Polynomials With Exact Representable Coefficients

An Iterative Method Compute the minimax approximation in a wider format. Then round the coefficient of the constant term. Then recompute the approximation, but enforce that the constant term is fixed. Call this polynomial \(P_{1}\). Now define \(\hat{P_{1}}\) as the polynomial you get from \(P_{1}\) after rounding all the coefficients. Then compare \(\supf{f}{\hat{P}_{1}}\) with \(\supf{f}{P_{1}}\). If the numbers are close, then stop. If not, do the same with \(a_{1}\). Keep this up till you get a close enough minimax error.

Now suppose we’ve “frozen” coefficients \(a_{0},a_{1},\dots\). How do we compute the best polynomial with these constraints? Well, let your new \(f'\) be \(f-a_{0}-a_{1}x-\dots\), and you now want a lower order polynomial as the result. So if you only fix \(a_{0}\), your polynomial you are aiming to calculate is of order \(n-1\), and so on.

Specifically, say you froze \(a_{0},a_{1}\), your new \(f\) is actually:

\begin{equation*} \frac{f-a_{0}-a_{1}x}{x^{2}} \end{equation*}

Note that this method does not guarantee the best solution. But it usually yields a good one.

An Exact Method Let \(p\) be the minimax approximation. Let \(\hat{p}\) be the polynomial obtained by rounding the coefficients. Now let \(\epsilon\) be the minimax error of \(p\), and \(\hat{\epsilon}\) be the minimax error of \(\hat{p}\).

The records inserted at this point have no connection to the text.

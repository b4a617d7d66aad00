"""Faults planted in profiles, and what of the ocean looks like them: spikes, steps, inversions."""

from __future__ import annotations

from typing import TYPE_CHECKING

import numpy as np

from pipeline.checking.profiles import LIMITED, limit_at
from pipeline.tables import floats
from pipeline.variables import REGISTRY
from tests.checking.cases import CRUISES, SETTINGS, Case, changed, clean_casts, clean_samples, rows_of
from tests.invented import bottle_file, cast_file, read

if TYPE_CHECKING:
    from collections.abc import Iterator, Sequence

    import pyarrow as pa
    from numpy.typing import NDArray

    FloatArray = NDArray[np.float64]
    Values = Sequence[float] | FloatArray

MEASURED_HERE = ("CTDTMP", "CTDSAL", "SALNTY", "OXYGEN", "NITRAT", "PHSPHT")
NO_ROWS: frozenset[int] = frozenset()
SPIKED = {
    "samples": (
        "temperature",
        "ctd_salinity",
        "bottle_salinity",
        "bottle_oxygen",
        "nitrate",
        "phosphate",
        "silicate",
    ),
    "casts": ("temperature", "ctd_salinity", "ctd_oxygen"),
}


def cases() -> Iterator[Case]:
    """Yield every case of this module."""
    yield from spikes()
    yield from wide_spikes()
    yield from spike_look_alikes()
    yield from gradients()
    yield from inversions()


def spikes(seeds: Sequence[int] = (1, 2, 3)) -> Iterator[Case]:
    for seed in seeds:
        for kind, names in SPIKED.items():
            for name in names:
                table, row, around, limit = _spot(kind, name, seed)
                for sign in (1.0, -1.0):
                    # beyond all that five levels span: no slope can excuse it
                    value = (max(around) if sign > 0 else min(around)) + sign * (1.5 * limit + np.ptp(around))
                    if not _in_range(name, value):
                        continue  # another check's
                    spiked = changed(table, {name: {row: float(value)}})
                    yield Case("spike", f"{kind}, {name} of row {row} is {value:.4g}", spiked, {row})


def wide_spikes() -> Iterator[Case]:
    p, t, s = fine_cast()
    for width in (1, 2, 3):
        for first in (90, 460, 700):
            run = slice(first, first + width)
            warm, fresh = t.copy(), s.copy()
            warm[run] += 2.5
            fresh[run] -= 1.1
            rows = set(range(first, first + width))
            yield Case(
                "spike", f"{width} levels from {p[first]:g} dbar are too warm", levels(p, warm, s), rows
            )
            yield Case(
                "spike", f"{width} levels from {p[first]:g} dbar are too fresh", levels(p, t, fresh), rows
            )


def sensitivity(factors: Sequence[float] = (1.5, 3.0, 10.0), count: int = 25) -> dict[str, list[float]]:
    """Return the share of spikes found, by quantity, for spikes of so many times the limit at random levels."""
    shares = {}
    for kind, names in SPIKED.items():
        for name in names:
            found = np.zeros((count, len(factors)))
            for seed in range(count):
                table, row, around, limit = _spot(kind, name, 100 + seed)
                for i, factor in enumerate(factors):
                    values = [
                        around[2] + sign * factor * limit for sign in ((-1.0) ** seed, -((-1.0) ** seed))
                    ]
                    value = next((value for value in values if _in_range(name, value)), None)
                    spiked = changed(table, {name: {row: value}})
                    found[seed, i] = (
                        np.nan if value is None else row in Case("spike", "", spiked, {row}).marked()
                    )
            shares[f"{kind}, {name}"] = np.nanmean(found, axis=0).tolist()
    return shares


def end_sensitivity(
    factors: Sequence[float] = (10.0, 30.0, 100.0), count: int = 25
) -> dict[str, list[float]]:
    """Return the share of wrong deepest bottles that the gradient check finds, by quantity, so many spike limits off.

    NaN where no value so far off is a plausible one, which is another check's.
    """
    shares = {}
    for name in SPIKED["samples"]:
        found = np.full((count, len(factors)), np.nan)
        for seed in range(count):
            table = clean_samples(CRUISES[0])
            table = table.take(rows_of(table, str(np.random.default_rng([seed, 5]).integers(3, 43))))
            last, pressure = table.num_rows - 1, floats(table, "pressure")[-1:]
            limit = limit_at(getattr(SETTINGS.checks.spike_bottle, LIMITED[name]), pressure, SETTINGS.checks)[
                0
            ]
            for i, factor in enumerate(factors):
                value = float(floats(table, name)[last] + (-1.0) ** seed * factor * limit)
                if _in_range(name, value):
                    found[seed, i] = (
                        last in Case("gradient", "", changed(table, {name: {last: value}}), {last}).marked()
                    )
        known = np.count_nonzero(~np.isnan(found), axis=0)
        shares[name] = (np.nansum(found, axis=0) / np.where(known, known, np.nan)).tolist()
    return shares


def _in_range(name: str, value: float) -> bool:
    low, high = REGISTRY[name].plausible or (-np.inf, np.inf)
    return bool(low <= value <= high)


def _spot(kind: str, name: str, seed: int) -> tuple[pa.Table, int, FloatArray, float]:
    """Return one cast of a clean table, a row inside it, the values of five levels there, and the limit."""
    random = np.random.default_rng([seed, len(name)])
    table = (clean_samples if kind == "samples" else clean_casts)(CRUISES[seed % 2])
    # bottle salinity is sparse on the second cruise
    table = clean_samples(CRUISES[0]) if name == "bottle_salinity" else table
    station = str(random.integers(3, 43))
    rows = rows_of(table, station)
    table = table.take(rows)
    place = int(random.integers(2, len(rows) - 2))
    values, pressure = floats(table, name), floats(table, "pressure")
    limits = SETTINGS.checks.spike_bottle if kind == "samples" else SETTINGS.checks.spike_ctd
    limit = limit_at(getattr(limits, LIMITED[name]), pressure[[place]], SETTINGS.checks)
    return table, place, values[place - 2 : place + 3], float(limit[0])


def bottles(pressure: Values, **columns: Values) -> pa.Table:
    """Return one bottle cast with these pressures; columns by their exchange names, all others missing."""
    missing = dict.fromkeys(MEASURED_HERE, "-999") | {f"{name}_FLAG_W": "9" for name in MEASURED_HERE}
    flags = {f"{name}_FLAG_W": "2" for name in columns}
    rows = [
        {
            **missing,
            **flags,
            "CTDPRS": f"{p:.1f}",
            **{name: f"{values[i]:.4f}" for name, values in columns.items()},
        }
        for i, p in enumerate(pressure)
    ]
    return read(bottle_file(*rows)).table


def levels(pressure: Values, temperature: Values, salinity: Values) -> pa.Table:
    """Return one CTD cast."""
    lines = [
        f"{p:.1f},2,{t:.4f},2,{s:.4f},2" for p, t, s in zip(pressure, temperature, salinity, strict=True)
    ]
    return read(cast_file(lines), "cast_ct1.csv").table


def fine_cast() -> tuple[FloatArray, FloatArray, FloatArray]:
    """Return pressure, temperature, salinity every dbar: mixed layer, sharp thermocline, layered interior."""
    random = np.random.default_rng(7)
    p = np.arange(1.0, 801.0)
    step = 0.5 * (1.0 - np.tanh((p - 42.0) / 1.6))
    t = 8.0 + 11.0 * step - 0.004 * p + random.normal(0.0, 0.001, len(p))
    s = 34.6 + 1.1 * step + random.normal(0.0, 0.0008, len(p))
    layers = 0.25 * np.sin(p / 1.9) * np.exp(-0.5 * ((p - 300.0) / 30.0) ** 2)  # interleaving, compensated
    return p, t + layers, s + 0.2 * layers


def spike_look_alikes() -> Iterator[Case]:
    p, t, s = fine_cast()
    for check in ("spike", "gradient", "density-inversion", "stuck-values"):
        yield Case(check, "sharp thermocline and interleaving layers every dbar", levels(p, t, s), NO_ROWS)
        yield Case(check, "the same every 2 dbar", levels(p[::2], t[::2], s[::2]), NO_ROWS)
        for coarse in (clean_samples(), clean_casts()):
            yield Case(check, f"a clean cruise, {coarse.num_rows} rows", coarse, NO_ROWS)
    down = (5.0, 25.0, 50.0, 75.0, 100.0, 150.0, 200.0, 300.0)
    yield Case(
        "spike",
        "bottles through a sharp thermocline",
        bottles(down, CTDTMP=(24.1, 24.0, 24.0, 16.0, 14.5, 13.9, 13.0, 11.0)),
        NO_ROWS,
    )
    yield Case(
        "spike",
        "cold water left from winter under a summer surface",
        bottles(down, CTDTMP=(2.1, 1.9, -0.9, -1.6, -0.7, 1.2, 1.8, 1.9)),
        NO_ROWS,
    )
    yield Case(
        "spike",
        "an oxygen maximum under the mixed layer",
        bottles(down, OXYGEN=(228.0, 229.0, 268.0, 244.0, 231.0, 215.0, 205.0, 200.0)),
        NO_ROWS,
    )
    deep = (500.0, 700.0, 900.0, 1100.0, 1400.0, 1800.0, 2200.0, 2700.0)
    salty = (34.60, 34.42, 34.31, 34.36, 34.52, 34.64, 34.70, 34.72)
    yield Case("spike", "a salinity minimum", bottles(deep, SALNTY=salty, CTDSAL=salty), NO_ROWS)
    fold = (34.60, 34.50, 34.45, 34.50, 34.55, 34.62, 34.78, 34.70)
    yield Case(
        "spike", "a feature that both salinities show", bottles(deep, SALNTY=fold, CTDSAL=fold), NO_ROWS
    )
    close = (1000.0, 1000.9, 1500.0, 1500.6, 2000.0, 2000.4, 2500.0, 2501.9)
    yield Case(
        "spike",
        "bottles closed in pairs within 2 dbar",
        bottles(close, NITRAT=(33.0, 33.1, 34.0, 33.9, 33.2, 33.25, 32.4, 32.3)),
        NO_ROWS,
    )


def gradients() -> Iterator[Case]:
    p, t, s = fine_cast()
    for fault in (9.0, -5.0):
        hit = t.copy()
        hit[-1] += fault
        yield Case("gradient", f"the deepest level is off by {fault:g} degC", levels(p, hit, s), {len(p) - 1})
        hit = t.copy()
        hit[0] += 3.0 * fault if fault < 0 else 1.5 * fault
        yield Case("gradient", f"the first level is {hit[0]:.1f} degC", levels(p, hit, s), {0})
    hit = s.copy()
    hit[500:] -= 12.0
    yield Case("gradient", "salinity steps down within the cast", levels(p, t, hit), {500})
    for seed in range(4):
        table = clean_samples(CRUISES[seed % 2])
        rows = rows_of(table, str(5 + 7 * seed))
        for name, off in (
            ("bottle_oxygen", -200.0),
            ("phosphate", 2.6),
            ("temperature", 20.0),
        ):
            value = float(floats(table, name)[rows[-1]] + off)
            hit_table = changed(table, {name: {rows[-1]: value}})
            yield Case("gradient", f"the deepest bottle: {name} {value:.4g}", hit_table, {rows[-1]})
    yield Case(
        "gradient",
        "a river plume",
        bottles(
            (2.0, 6.0, 12.0, 25.0, 60.0),
            CTDSAL=(1.5, 26.0, 33.0, 34.2, 34.5),
            SALNTY=(1.5, 26.0, 33.0, 34.2, 34.5),
        ),
        NO_ROWS,
    )
    yield Case(
        "gradient",
        "two bottles at one level in the thermocline",
        bottles((5.0, 60.0, 60.8, 100.0), CTDTMP=(22.0, 18.0, 16.2, 14.0), NITRAT=(0.0, 3.0, 5.5, 9.0)),
        NO_ROWS,
    )


def inversions() -> Iterator[Case]:
    for seed in range(4):
        random = np.random.default_rng([seed, 9])
        for kind, table in (
            ("samples", clean_samples(CRUISES[0])),
            ("casts", clean_casts(CRUISES[seed % 2])),
        ):
            rows = rows_of(table, str(random.integers(3, 40)))
            row = rows[int(random.integers(len(rows) // 2, len(rows) - 2))]
            warm = float(floats(table, "temperature")[row]) + 6.0
            yield Case(
                "density-inversion",
                f"{kind}: row {row} is 6 degC too warm",
                changed(table, {"temperature": {row: warm}}),
                {row},
            )
            salt = float(floats(table, "ctd_salinity")[row]) + 0.9
            both = {
                name: {row: salt}
                for name in ("ctd_salinity", "bottle_salinity")
                if name in table.column_names
            }
            yield Case(
                "density-inversion", f"{kind}: row {row} is 0.9 too salty", changed(table, both), {row}
            )
        rows = rows_of(clean_samples(), str(random.integers(3, 40)))
        row = rows[len(rows) // 2]
        fresh = float(floats(clean_samples(), "bottle_salinity")[row]) - 1.2
        yield Case(
            "density-inversion",
            f"the bottle salinity of row {row} is 1.2 too low",
            changed(clean_samples(), {"bottle_salinity": {row: fresh}}),
            {row},
        )
    yield Case(
        "density-inversion", "deep water that is unstable by sigma0 alone", sigma0_seems_unstable(), NO_ROWS
    )
    yield Case(
        "density-inversion",
        "two bottles at one level, out of order by the heave of the ship",
        bottles((5.0, 60.0, 61.5, 100.0), CTDTMP=(22.0, 16.0, 16.6, 14.0), CTDSAL=(34.5,) * 4),
        NO_ROWS,
    )
    yield Case(
        "density-inversion",
        "a layer that the night has cooled",
        bottles((3.0, 20.0, 40.0, 80.0), CTDTMP=(20.00, 20.08, 20.05, 17.0), CTDSAL=(35.1,) * 4),
        NO_ROWS,
    )


def sigma0_seems_unstable() -> pa.Table:
    """Return a cast of warm salty water over cold fresh water, stable in place and not by sigma0."""
    salt = (34.930, 34.910, 34.760, 34.670)
    return bottles(
        (2000.0, 2800.0, 3800.0, 4800.0), CTDTMP=(3.05, 2.75, 1.10, 0.55), CTDSAL=salt, SALNTY=salt
    )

Let \(p^{\ast}\) be the best possible polynomial in precision \(p\). So we have this inequality:

\begin{equation*} \epsilon\le\supf{f}{p^{\ast}}\le\hat{\epsilon} \end{equation*}

Pick an error \(K\) that we want to “beat”. Clearly, if \(K<\epsilon\), we will not find any polynomials. If \(K>\hat{\epsilon}\), we’ll find at least \(\hat{p}\), but likely many more. So pick \(K\) less than \(\hat{\epsilon}\).

Take at least \(n+1\) points:

\begin{equation*} a\le x_{0}<x_{1}<\cdots<x_{m}\le b,m\ge n \end{equation*}

and impose the constraints:

\begin{equation*} f(x_{j})-K\le p_{0}^{\ast}+p_{1}^{\ast}x_{j}+p_{2}^{\ast}x_{j}^{2}+\cdots+p_{n}^{\ast}x_{j}^{n}\le f(x_{j})+K,\forall j \end{equation*}

Solve for \(p^{\ast}\). Now if \(n\) is not small, you’ll get too many solutions, and checking all for the minimum will be too expensive. So this method works much better for smaller orders. On the plus side, it does give you the best polynomial.

A Method Based on Lattice Reduction This is used in Sollya. Below is the brief idea, without details.

Let \(b_{1},\dots,b_{d}\) be linearly independent elements of \(\mathbb{R}^{d}\). The set of vectors generated from this basis set using only integer coefficients is called the Euclidean Lattice. Denote this by \(L\).

Often, given a vector \(x\), we want to find the vector in the Euclidean lattice that is the closest (based on some norm) to \(x\). This problem is NP-complete. I assume it is NP-complete because of the restriction to integers? Otherwise this is a standard least squares problem…

In any case, there is a solution to a similar problem: Given \(\gamma>1\), find \(y\in L\) such that \(||x-y||\le\gamma\min_{z\in L}||x-z||\). The book doesn’t give the algorithm.

There is a formulation of the minimax problem that reduces to this problem. Clearly, this is not an optimal solution, but a good solution.